Hi
I am new in Alteryx and have a problem creating the right regular expression.
I have a list of adresses. I have used this regular expressen: \d+\s.|\d+ (tokenize)
to get the "Husnr1" column.
adresse1 | Husnr1 | vejnavn1 | vejnavn2 | vejnavn3 |
Egehegnet 2 C | 2 C | Egehegnet | ||
Mariendalsvej 50 F,4 tv | 50 F | Mariendalsvej | tv | |
Dronninggårds Alle 138 | 138 | Dronninggårds | Alle |
For vejnavn1, vejnavn2 and vejnavn3 I have used this expression:
\<\u\l+\> (tokenize).
What I would like to get as an output is this:
adresse1 | Husnr1 | vejnavn1 | vejnavn2 | vejnavn3 |
Egehegnet 2 C | 2 C | Egehegnet | ||
Mariendalsvej 50 F,4 tv | 50 F | Mariendalsvej | ||
Dronninggårds Alle 138 | 138 | Dronninggårds | Alle |
I want everything after the comma (eg 4 tv) to be removed.

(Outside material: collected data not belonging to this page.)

//! What the ringing does to the parts, in short plain words.

use crate::study::{ReceiverSignal, Signal};

/// Overshoot, undershoot and ringback below this share of the swing are not worth a word.
const WORTH_A_WORD: f64 = 0.15;
/// Clamp currents below this are not, either.
const WORTH_A_WORD_A: f64 = 1e-3;

/// A sentence for each receiver that has something to tell.
pub(super) fn findings(signal: &Signal) -> Vec<String> {
    signal.receivers.iter().filter_map(finding).collect()
}

fn finding(receiver: &ReceiverSignal) -> Option<String> {
    let swing_v = receiver.rest_high_v - receiver.rest_low_v;
    let mut parts = Vec::new();
    let mut beyond = |voltage_v: f64, what: &str| {
        if voltage_v > WORTH_A_WORD * swing_v {
            parts.push(format!("{voltage_v:.1} V {what}"));
        }
    };
    beyond(receiver.overshoot_v, "overshoot");
    beyond(receiver.undershoot_v, "undershoot");
    beyond(receiver.ringback_v, "ringback");
    if !parts.is_empty() {
        parts.push(match receiver.settling_s {
            Some(settling_s) => format!("settles in {:.1} ns", settling_s * 1e9),
            None => "does not settle before the next edge".into(),
        });
    }
    match receiver.extra_crossings {
        0 => {}
        1 => parts.push("one extra threshold crossing: may clock twice".into()),
        count => parts.push(format!(
            "{count} extra threshold crossings: may clock twice"
        )),
    }
    if receiver.reaches_thresholds == Some(false) {
        parts.push("does not reach its thresholds".into());
    }
    let peak_a = receiver.clamp_peak_a();
    match receiver.clamp_rating_a {
        Some(rating_a) if peak_a > rating_a => parts.push(format!(
            "CAUTION: its clamps carry {:.0} mA, over their rating of {:.0} mA: the part may be harmed",
            peak_a * 1e3,
            rating_a * 1e3
        )),
        _ if peak_a > WORTH_A_WORD_A => parts.push(format!(
            "its clamps carry {:.0} mA at the peak and {:.1} mW: check them against the part's rating",
            peak_a * 1e3,
            receiver.clamp_power_w() * 1e3
        )),
        _ => {}
    }
    (!parts.is_empty()).then(|| format!("{}: {}", receiver.name, parts.join(", ")))
}

#[cfg(test)]
mod tests {
    use super::*;
    use crate::show::samples;

    fn receiver() -> ReceiverSignal {
        samples::net("A", 48e6, 3).signal.receivers.remove(0)
    }

    #[test]
    fn a_ringing_receiver_gets_one_sentence() {
        let sentence = finding(&receiver()).expect("it rings");
        assert_eq!(
            sentence,
            "cmos-input: 1.2 V overshoot, 1.2 V undershoot, 0.8 V ringback, settles in 7.4 ns, \
             its clamps carry 20 mA at the peak and 1.2 mW: check them against the part's rating"
        );
    }

    #[test]
    fn a_clamp_over_its_rating_is_a_caution() {
        let rated = ReceiverSignal {
            clamp_rating_a: Some(0.01),
            ..receiver()
        };
        assert!(
            finding(&rated)
                .expect("it rings")
                .contains("CAUTION: its clamps carry 20 mA")
        );
        let spared = ReceiverSignal {
            clamp_rating_a: Some(0.1),
            ..receiver()
        };
        assert!(!finding(&spared).expect("it rings").contains("CAUTION"));
    }

    #[test]
    fn a_quiet_receiver_gets_none() {
        let quiet = ReceiverSignal {
            overshoot_v: 0.1,
            undershoot_v: 0.1,
            ringback_v: 0.1,
            low_clamp: None,
            ..receiver()
        };
        assert_eq!(finding(&quiet), None);
        let twice = ReceiverSignal {
            extra_crossings: 2,
            ..quiet
        };
        assert!(
            finding(&twice)
                .expect("a finding")
                .contains("may clock twice")
        );
    }
}
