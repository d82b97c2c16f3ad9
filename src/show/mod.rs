//! What the user sees: the terminal table, JSON, CSV and pictures, all as values in memory.
//!
//! Nothing here prints or opens a file; the front does. Every output carries [`NOTICE`].

mod compare;
mod csv;
mod explain;
mod findings;
mod json;
mod limit_listing;
mod plot;
mod rank;
mod remedy;
#[cfg(test)]
mod samples;
mod spread;
mod table;
mod words;

pub use compare::{
    CompareReport, SweepResult, comparison_csv, comparison_json, comparison_table, sweep_csv,
};
pub use csv::{harmonics_csv, waveform_csv};
pub use explain::explanations_text;
pub use json::check_json;
pub use limit_listing::{limit_at_listing, limit_listing};
pub use plot::{
    Picture, antenna_picture, board_spectrum_picture, plan_picture, ranking_picture, scan_picture,
    spectrum_parts_picture, spectrum_picture, sweep_picture, variants_spectrum_picture,
    variants_waveform_picture, waveform_picture,
};
pub use rank::{RankReport, rank_json, rank_table, ranking_csv};
pub use remedy::{RemedyReport, remedy_csv, remedy_json, remedy_table};
pub use table::{check_table, march_table};
pub use words::distance;

use crate::board::UnusableNet;
use crate::limit::LimitAt;
use crate::radiation::Site;
use crate::study::{NOTICE, NetResult};

/// Stands beside the notice wherever there is room for a sentence.
const LABORATORY: &str = "the product must be tested by an accredited laboratory";

/// The answer of a check of a whole board, ready to be shown.
#[derive(Debug, Clone)]
pub struct CheckReport {
    /// Title of the board.
    pub board: String,
    /// Site that the antenna figures are for.
    pub site: Site,
    /// Distances of the antenna, in the order they were asked for.
    pub distances_m: Vec<f64>,
    /// Every limit at every distance.
    pub limits: Vec<LimitAt>,
    /// The nets that could be worked out, in the order of the board.
    pub nets: Vec<NetResult>,
    /// The nets that could not.
    pub unusable: Vec<UnusableNet>,
    /// What concerns the whole board, in plain sentences.
    pub remarks: Vec<String>,
}

impl CheckReport {
    /// The lowest limit at a distance and frequency, and its level in dBuV/m.
    fn tightest_limit(&self, distance_m: f64, frequency_hz: f64) -> Option<(&LimitAt, f64)> {
        self.limits_at(distance_m)
            .filter_map(|limit| Some((limit, limit.at(frequency_hz)?)))
            .min_by(|a, b| a.1.total_cmp(&b.1))
    }

    /// The limits at one of the report's distances.
    fn limits_at(&self, distance_m: f64) -> impl Iterator<Item = &LimitAt> {
        self.limits
            .iter()
            .filter(move |limit| limit.distance_m == distance_m)
    }
}
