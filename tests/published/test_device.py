"""Published values of the device layer. Each check names where its number was printed.

Sources by short name:
    CODATA 2018: exact constants k and q.
    EKV v2.6: M. Bucher et al., "The EPFL-EKV MOSFET model equations for simulation, version 2.6", EPFL, 1998.
    Enz 1995: C. C. Enz, F. Krummenacher, E. A. Vittoz, Analog Integrated Circuits and Signal Processing 8, 83-114.
    Enz, OTA report 2025, and Enz, follower report 2026: design reports with worked numbers.
    Enz 2017: C. Enz, F. Chicco, A. Pezzotta, IEEE Solid-State Circuits Magazine 9(3), 26-35.
    Pelgrom 1989: M. J. M. Pelgrom et al., IEEE J. Solid-State Circuits 24, 1433-1439.
"""

from __future__ import annotations

import math

import numpy as np
import pytest

from worksheet.device.charge import (
    charge_from_drive,
    charge_from_inversion,
    drive_from_charge,
    inversion_from_charge,
    slope_factor,
)
from worksheet.device.constants import BOLTZMANN, ELEMENTARY_CHARGE, thermal_voltage
from worksheet.device.mismatch import threshold_deviation
from worksheet.device.noise import white_factor
from worksheet.device.transistor import saturation_voltage


def test_constants_are_those_of_codata_2018() -> None:
    assert BOLTZMANN == 1.380649e-23
    assert ELEMENTARY_CHARGE == 1.602176634e-19


def test_constants_agree_with_a_reference_library() -> None:
    """scipy.constants carries the CODATA tables."""
    constants = pytest.importorskip("scipy.constants")
    assert constants.k == BOLTZMANN
    assert constants.e == ELEMENTARY_CHARGE


@pytest.mark.parametrize(("temperature", "millivolts"), [(298.15, 25.6926), (300.0, 25.8520), (300.15, 25.8649)])
def test_thermal_voltage(temperature: float, millivolts: float) -> None:
    """kT/q from the exact constants, to the six digits printed in tables."""
    assert float(thermal_voltage(temperature)) == pytest.approx(millivolts * 1e-3, rel=2e-6)


def test_weak_inversion_slope_at_300_k_is_59_5_mv_per_decade() -> None:
    """ln(10) kT/q, kappa 1: the textbook limit of 59.53 mV per decade."""
    low, high = (float(drive_from_charge(charge_from_inversion(i))) for i in (1e-7, 1e-6))
    assert (high - low) * float(thermal_voltage(300.0)) == pytest.approx(59.53e-3, rel=2e-4)


@pytest.mark.parametrize(
    ("inversion", "slope"), [(0.01, 0.990195), (0.1, 0.916080), (1, 0.618034), (10, 0.270156), (100, 0.0951249)]
)
def test_slope_over_inversion(inversion: float, slope: float) -> None:
    """EKV v2.6 eq. 40, evaluated: normalised transconductance over current."""
    assert float(slope_factor(inversion)) == pytest.approx(slope, rel=1e-6)


@pytest.mark.parametrize(("inversion", "slope"), [(2.0, 1 / 2), (0.75, 2 / 3)])
def test_slope_is_a_plain_fraction_where_the_root_is_whole(inversion: float, slope: float) -> None:
    """EKV v2.6 eq. 40: exact values."""
    assert float(slope_factor(inversion)) == pytest.approx(slope, rel=1e-15)


def test_slope_stays_near_the_interpolation_of_1995() -> None:
    """Enz 1995 eq. 39, 1/sqrt(IC + sqrt(IC)/2 + 1): it differs from the charge form by at most 4.4 % of itself."""
    inversion = np.logspace(-6, 6, 2401)
    early = 1 / np.sqrt(inversion + np.sqrt(inversion) / 2 + 1)
    furthest = np.max(np.abs(np.asarray(slope_factor(inversion)) - early) / early)
    assert furthest == pytest.approx(0.044, abs=0.0005)
    of_slope = np.max(np.abs(np.asarray(slope_factor(inversion)) - early) / np.asarray(slope_factor(inversion)))
    assert of_slope == pytest.approx(0.046, abs=0.0005)


def test_slope_with_velocity_saturation_at_a_whole_point() -> None:
    """Enz 2017 (form from memory): lambda_c 0.5 at IC 1 gives 6/11 exactly."""
    assert float(slope_factor(1.0, 0.5)) == pytest.approx(6 / 11, rel=1e-15)


def test_drive_is_zero_at_inversion_0_608() -> None:
    """Enz, OTA report 2025, after eq. 2.6: the threshold convention of this model."""
    charge = charge_from_drive(0.0)
    assert float(inversion_from_charge(charge)) == pytest.approx(0.608, abs=0.0005)


def test_drive_at_inversion_0_1() -> None:
    """Enz, OTA report 2025, after eq. 2.6: -2.207."""
    assert float(drive_from_charge(charge_from_inversion(0.1))) == pytest.approx(-2.207, abs=0.0005)


@pytest.mark.parametrize(
    ("inversion", "factor"), [(0.1, 0.653), (0.269, 0.674), (1.0, 0.717), (10.0, 0.790), (20.0, 0.805)]
)
def test_noise_factor_over_inversion(inversion: float, factor: float) -> None:
    """Enz, OTA report 2025 and follower report 2026: n gamma for n = 1.27136."""
    found = 1.27136 * float(white_factor(charge_from_inversion(inversion)))
    assert found == pytest.approx(factor, abs=0.00055)


def test_noise_factor_ends_at_shot_noise_and_at_two_thirds() -> None:
    """van der Ziel's two thirds in strong inversion; 2 q I in weak: one half of 4 k T g_s (textbook limits)."""
    assert float(white_factor(charge_from_inversion(1e-9))) == pytest.approx(1 / 2, rel=1e-8)
    assert float(white_factor(charge_from_inversion(1e12))) == pytest.approx(2 / 3, rel=1e-5)


def test_saturation_voltage_at_inversion_0_1() -> None:
    """Three published forms give 120, 108 and 105 mV; this model's, U_T (2 sqrt(IC + 1/4) + 3), is the 108."""
    assert float(saturation_voltage(0.1, 25.865e-3)) == pytest.approx(108e-3, abs=0.5e-3)


def test_saturation_voltage_in_strong_inversion_is_the_square_law_overdrive() -> None:
    """Textbook limit: V_DSsat -> V_GS - V_T = 2 U_T sqrt(IC) at n 1."""
    assert float(saturation_voltage(1e6, 1e-3)) == pytest.approx(2.0, rel=2e-3)


def test_threshold_mismatch_of_a_pair() -> None:
    """Pelgrom 1989; 5 mV um, a 12.55/3.59 um pair: 0.7449 mV."""
    assert float(threshold_deviation(5e-9, 12.55e-6, 3.59e-6)) == pytest.approx(0.7449e-3, rel=1e-4)


def test_threshold_mismatch_goes_with_one_over_the_root_of_area() -> None:
    """Pelgrom 1989: four times the area halves the deviation, whichever side grows."""
    whole = float(threshold_deviation(4e-9, 2e-6, 3e-6))
    assert float(threshold_deviation(4e-9, 8e-6, 3e-6)) == pytest.approx(whole / 2, rel=1e-14)
    assert float(threshold_deviation(4e-9, 4e-6, 6e-6)) == pytest.approx(whole / 2, rel=1e-14)
    assert whole == pytest.approx(4e-9 / math.sqrt(6e-12), rel=1e-14)
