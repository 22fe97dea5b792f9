"""Worked designs in print, put into a sheet and reviewed.

Sources: C. Enz, "Improved voltage followers", design report, 2026 (generic 180 nm n-channel, U_T 25.875 mV); C. Enz,
"Cascode gain stage", design report, 2025 (IHP 130 nm set, U_T 25.865 mV). 0.2 % covers the rounding in print.
"""

from __future__ import annotations

from pathlib import Path

import pytest

from tests.published.bench import metric, point, solved, temperature_of

PRINTED = 2e-3

FOLLOWER = {
    "kappa": 1 / 1.27136,
    "specific_current": 715e-9,
    "length_modulation": 1 / 13e6,  # V_M = 13 V/um
}
CASCODE = {"kappa": 1 / 1.22, "specific_current": 708.3e-9}
CASCODE_SHRINK = 58.8e-9
CASCODE_GROWTH = 20e-9


def test_follower_for_1_mhz_into_10_pf(tmp_path: Path) -> None:
    """IC 1, L 1 um: I 3.344 uA and W/L 4.677 give g_m 62.832 uA/V and g_ds 257.26 nA/V.

    With a sink of 438.29 nA/V the gain is 0.989 and the output resistance 15.741 kohm.
    """
    sheet = solved(
        tmp_path,
        "source-follower",
        {"bias_current": 3.344e-6, "width": 4.677e-6, "length": 1e-6, "load_capacitance": 10e-12},
        bias={"device": "ideal", "output_conductance": 438.29e-9},
        bulk="source",
        device=FOLLOWER,
        temperature=temperature_of(25.875e-3),
        supply=3.0,
    )
    assert point(sheet, "inversion_coefficient") == pytest.approx(1.0, rel=PRINTED)
    assert point(sheet, "transconductance") == pytest.approx(62.832e-6, rel=PRINTED)
    assert point(sheet, "drain_conductance") == pytest.approx(257.26e-9, rel=PRINTED)
    assert metric(sheet, "dc_gain") == pytest.approx(0.989, abs=0.0005)
    assert metric(sheet, "output_resistance") == pytest.approx(15.741e3, rel=PRINTED)
    # The report's bandwidth is g_m/(2 pi C); the pole also carries g_ds and the sink.
    share = 62.832 / (62.832 + 0.25726 + 0.43829)
    assert metric(sheet, "bandwidth") * share == pytest.approx(1e6, rel=PRINTED)


def test_follower_of_50_ohm(tmp_path: Path) -> None:
    """R_out 50 ohm at IC 100 needs 6.916 mA (output conductances neglected there)."""
    device = {key: value for key, value in FOLLOWER.items() if key != "length_modulation"}
    ratio = 6.916e-3 / (715e-9 * 100)
    sheet = solved(
        tmp_path,
        "source-follower",
        {"bias_current": 6.916e-3, "width": ratio * 1e-6, "length": 1e-6},
        bulk="source",
        device=device,
        temperature=temperature_of(25.875e-3),
    )
    assert point(sheet, "inversion_coefficient") == pytest.approx(100, rel=1e-9)
    assert metric(sheet, "output_resistance") == pytest.approx(50.0, rel=PRINTED)


def effective(width: float, length: float) -> dict[str, float]:
    """W_eff = W + 20 nm, L_eff = L - 58.8 nm."""
    return {"width": width + CASCODE_GROWTH, "length": length - CASCODE_SHRINK}


@pytest.mark.parametrize(
    ("width", "specific_current", "inversion", "source_conductance"),
    [(0.88e-6, 3335e-9, 0.075, 9.033e-6), (4.40e-6, 16378e-9, 0.015, 9.522e-6)],
    ids=["M1", "M2"],
)
def test_devices_of_the_cascode(
    tmp_path: Path, width: float, specific_current: float, inversion: float, source_conductance: float
) -> None:
    """M1 0.88/0.25 um and M2 4.40/0.25 um at 250 nA."""
    sheet = solved(
        tmp_path,
        "common-source",
        {"bias_current": 250e-9} | effective(width, 0.25e-6),
        bias={"device": "ideal", "output_conductance": 1e-9},
        device=CASCODE,
        temperature=temperature_of(25.865e-3),
    )
    assert point(sheet, "specific_current") == pytest.approx(specific_current, rel=PRINTED)
    assert point(sheet, "inversion_coefficient") == pytest.approx(inversion, rel=0.02)  # printed to two digits
    assert point(sheet, "source_conductance") == pytest.approx(source_conductance, rel=PRINTED)
    assert point(sheet, "transconductance") == pytest.approx(source_conductance / 1.22, rel=PRINTED)


def test_drain_conductance_of_the_first_device(tmp_path: Path) -> None:
    """M1: g_ms 9.033, g_m 7.404 uA/V and g_ds 727.3 nA/V, which is sigma g_s here."""
    sheet = solved(
        tmp_path,
        "common-source",
        {"bias_current": 250e-9} | effective(0.88e-6, 0.25e-6),
        device=CASCODE | {"drain_coupling": 727.3 / 9033, "drain_coupling_length": 0.25e-6 - CASCODE_SHRINK},
        temperature=temperature_of(25.865e-3),
    )
    assert point(sheet, "transconductance") == pytest.approx(7.404e-6, rel=PRINTED)
    assert point(sheet, "drain_conductance") == pytest.approx(727.3e-9, rel=PRINTED)
    assert metric(sheet, "dc_gain") == pytest.approx(7404 / 727.3, rel=PRINTED)


def test_output_resistance_of_the_cascode(tmp_path: Path) -> None:
    """From g_ms2 8.362 uA/V, g_ds1 520.2 and g_ds2 638.1 nA/V: 28.7 Mohm.

    The report's g_ms does not hold the drain-source conductance, ours is the whole slope at the source: g_s2 is
    8.362 uA/V + 638.1 nA/V here. Sizes are those that give these slopes at 250 nA.
    """
    thermal, current = 25.865e-3, 250e-9
    source_2 = 8.362e-6 + 638.1e-9
    slope = source_2 * thermal / current
    inversion = (1 - slope) / slope**2
    source_1 = current * 0.934 / thermal
    inversion_1 = (1 - 0.934) / 0.934**2
    long = 2 * (520.2e-9 / source_1) / (638.1e-9 / source_2)
    length_2 = 0.25e-6
    length_1 = 2 * length_2 / long
    sheet = solved(
        tmp_path,
        "cascode",
        {
            "bias_current": current,
            "length": length_1,
            "width": current / (708.3e-9 * inversion_1) * length_1,
            "cascode_length": length_2,
            "cascode_width": current / (708.3e-9 * inversion) * length_2,
        },
        device=CASCODE | {"drain_coupling": 638.1e-9 / source_2, "drain_coupling_length": length_2},
        temperature=temperature_of(thermal),
    )
    assert point(sheet, "drain_conductance", "main") == pytest.approx(520.2e-9, rel=PRINTED)
    assert point(sheet, "drain_conductance", "cascode") == pytest.approx(638.1e-9, rel=PRINTED)
    assert metric(sheet, "output_resistance") == pytest.approx(28.7e6, rel=PRINTED)


def test_least_current_for_1_mhz_into_1_pf(tmp_path: Path) -> None:
    """Weak inversion, n 1.22: 198 nA for a gain-bandwidth of 1 MHz."""
    sheet = solved(
        tmp_path,
        "common-source",
        {"bias_current": 198e-9, "width": 2e-3, "length": 1e-6, "load_capacitance": 1e-12},
        bias={"device": "ideal", "output_conductance": 1e-9},
        device=CASCODE | {"gate_capacitance": 1e-12},
        temperature=temperature_of(25.865e-3),
    )
    assert metric(sheet, "unity_gain_frequency") == pytest.approx(1e6, rel=2.5e-3)  # 198 is printed to three digits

Thanks for your help in advance.
Regards, Trine
Solved! Go to Solution.
To remove everything after the comma you could just use a split-to-columns on comma delimiter.
I think your regular expression is correct. Just untick the Case Insensitive box. This will ensure that you tokenize on a word starting with a capital letter.